We have to admit though that the TLC–FID technique has its limitations: the compounds are only identified on the basis of retention times in comparison to reference standards, and the sample is being destroyed during FID detection.

However, also when pharmaceutical creams containing active pharmaceutical ingredients (APIs) need to be analyzed, this method could offer an elegant alternative for avoiding sample preparation procedures. If a proper separation can be achieved between the cream excipients and the API, much time could be spared since a clean-up prior to UV [14] or HPLC analysis would not be needed.

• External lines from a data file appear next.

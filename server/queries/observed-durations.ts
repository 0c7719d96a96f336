import type { ObservedDuration } from "../../shared/schemas/survey";
import { rows } from "../lib/db";

const MONTHS = 3;

/**
 * Minutes of each task in the shifts that a job's workers really worked in the last three months, as they stand: over
 * the shifts that had the task, for one that lacks it says nothing about how long it takes.
 */
export async function observedDurations(jobId: string): Promise<Map<string, ObservedDuration>> {
  const found = await rows<ObservedDuration & { taskId: string }>(
    `WITH worked AS (
       SELECT s.id, s.current_revision_id FROM shifts s JOIN workers w ON w.id = s.worker_id
       WHERE w.job_id = :jobId AND NOT s.is_void AND s.date > current_date - make_interval(months => ${MONTHS})
         AND EXISTS (SELECT 1 FROM shift_tasks t WHERE t.shift_revision_id = s.current_revision_id)),
     had AS (
       SELECT t.shift_id, t.task_id, sum(t.duration_min) AS minutes FROM worked s
       JOIN shift_tasks t ON t.shift_revision_id = s.current_revision_id GROUP BY t.shift_id, t.task_id)
     SELECT task_id AS "taskId", count(*)::int AS count, avg(minutes) AS "meanMin", stddev_samp(minutes) AS "sdMin",
       (SELECT count(*)::int FROM worked) AS "shiftsCount"
     FROM had GROUP BY task_id`,
    { jobId },
  );
  return new Map(found.map(({ taskId, ...observed }) => [taskId, observed]));
}

/**
 * u1b of a task's duration, minutes: the standard deviation over the root of the number; 0 where nothing was observed,
 * which then is no part of the budget.
 */
export const durationUncertaintyMin = (observed: ObservedDuration | null | undefined): number =>
  observed?.sdMin == null ? 0 : observed.sdMin / Math.sqrt(observed.count);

In addition, all cream components could be revealed without the need to use two separate detection systems, i.e., UV and a spray reagent.

4 Conclusion

Thin layer chromatography–flame ionization detection showed to be a quick and inexpensive technique that can be used to perform qualitative analysis of cetomacrogol creams without the need for a complicated clean-up procedure. We could demonstrate that the buffered version of cetomacrogol cream, held responsible for several cases of ACD, did not reveal the presence of an additional component compared to the non-buffered version. Thus, a new allergen formed by interaction of certain ingredients present in the formulation responsible for ACD by a so-called compound allergy, could be excluded.

The method presented here proved to be simple, cheap, and fast. It was able to separate and simultaneously analyze, in a qualitative fashion, the auxiliary substances present in cetomacrogol cream.